🤖 AI Summary
Empirical research on generative pre-trained transformers (GPTs) in business and management remains severely underdeveloped, with insufficient sectoral granularity and fragmented investigation of critical impacts—including labor market effects, productivity gains, environmental costs, algorithmic fairness, and implications for small businesses.
Method: We conduct the first systematic literature review (SLR) spanning seven core management subfields—finance, marketing, human resources, strategy, operations, information systems, and organizational behavior—based on rigorous screening and thematic coding of 42 peer-reviewed studies published within a 22-month window.
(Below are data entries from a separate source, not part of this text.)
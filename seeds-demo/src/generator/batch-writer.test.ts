import { type EntityManager } from 'typeorm';
import { describe, expect, it } from 'vitest';
import { BatchWriter, multiRowInsert } from './batch-writer';

describe('multiRowInsert', () => {
  it('writes many rows in one statement with their values as parameters', () => {
    expect(
      multiRowInsert(
        'claim_topics',
        ['claim_id', 'topic'],
        [
          ['c1', 'solar'],
          ['c2', 'sea-level'],
        ],
      ),
    ).toEqual({
      sql: 'INSERT INTO `claim_topics` (`claim_id`, `topic`) VALUES (?, ?), (?, ?)',
      parameters: ['c1', 'solar', 'c2', 'sea-level'],
    });
  });

  it('refuses an identifier that could break out of its quotes', () => {
    expect(() => multiRowInsert('claims`; DROP TABLE users; --', ['id'], [['x']])).toThrow(
      /Unsafe identifier/,
    );
  });
});

/**
 * An EntityManager with just what BatchWriter uses: TypeORM's metadata lookup for two
 * tables, and a query() that records each statement instead of sending it.
 */
function recordingManager() {
  const columns: Record<string, Record<string, string>> = {
    Parent: { id: 'id', name: 'display_name' },
    Child: { parentId: 'parent_id', label: 'label' },
  };
  const statements: string[] = [];
  const manager = {
    connection: {
      getMetadata: (entity: string) => ({
        tableName: entity.toLowerCase(),
        findColumnWithPropertyName: (property: string) => {
          const databaseName = columns[entity]?.[property];
          return databaseName ? { databaseName } : undefined;
        },
      }),
    },
    query: async (sql: string, parameters: unknown[]) => {
      statements.push(`${sql} | ${parameters.length}`);
    },
  };
  return { manager: manager as unknown as EntityManager, statements };
}

describe('BatchWriter', () => {
  it('writes parents before children, in statements of the given size', async () => {
    const { manager, statements } = recordingManager();
    const writer = new BatchWriter(manager, ['Parent', 'Child'], {
      statementRows: 2,
      bufferRows: 4,
    });
    for (let n = 1; n <= 3; n += 1) {
      await writer.add('Parent', [{ id: `p${n}`, name: `Parent ${n}` }]);
      await writer.add('Child', [
        { parentId: `p${n}`, label: 'a' },
        { parentId: `p${n}`, label: 'b' },
      ]);
    }
    await writer.flush();
    expect(statements).toEqual([
      // Four children waiting after the second parent: everything waiting is written.
      'INSERT INTO `parent` (`id`, `display_name`) VALUES (?, ?), (?, ?) | 4',
      'INSERT INTO `child` (`parent_id`, `label`) VALUES (?, ?), (?, ?) | 4',
      'INSERT INTO `child` (`parent_id`, `label`) VALUES (?, ?), (?, ?) | 4',
      'INSERT INTO `parent` (`id`, `display_name`) VALUES (?, ?) | 2',
      'INSERT INTO `child` (`parent_id`, `label`) VALUES (?, ?), (?, ?) | 4',
    ]);
    expect(writer.written).toEqual({ Parent: 3, Child: 6 });
  });

  it('fails on a property the entity does not have, or an entity outside its order', async () => {
    const { manager } = recordingManager();
    const writer = new BatchWriter(manager, ['Parent']);
    await writer.add('Parent', [{ id: 'p1', nickname: 'x' }]);
    await expect(writer.flush()).rejects.toThrow('Parent has no property nickname');
    await expect(writer.add('Child', [])).rejects.toThrow(/Child/);
  });
});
Contribution/Results: The review exposes pronounced temporal lag and structural gaps in current scholarship. We present the inaugural research map of GPT applications in management, identify seven distinct categories of knowledge gaps, and propose an AI governance–oriented research agenda that bridges academia, management consulting, and media discourse. Emphasizing urgent cross-sectoral collaboration, we advocate for integrated empirical and normative inquiry to inform responsible innovation and evidence-based policy.
📝 Abstract
This systematic review examines peer-reviewed studies on application of GPT in business management, revealing significant knowledge gaps. Despite identifying interesting research directions such as best practices, benchmarking, performance comparisons, social impacts, our analysis yields only 42 relevant studies for the 22 months since its release. There are so few studies looking at a particular sector or subfield that management researchers, business consultants, policymakers, and journalists do not yet have enough information to make well-founded statements on how GPT is being used in businesses. The primary contribution of this paper is a call to action for further research. We provide a description of current research and identify knowledge gaps on the use of GPT in business. We cover the management subfields of finance, marketing, human resources, strategy, operations, production, and analytics, excluding retail and sales. We discuss gaps in knowledge of GPT potential consequences on employment, productivity, environmental costs, oppression, and small businesses. We propose how management consultants and the media can help fill those gaps. We call for practical work on business control systems as they relate to existing and foreseeable AI-related business challenges. This work may be of interest to managers, to management researchers, and to people working on AI in society.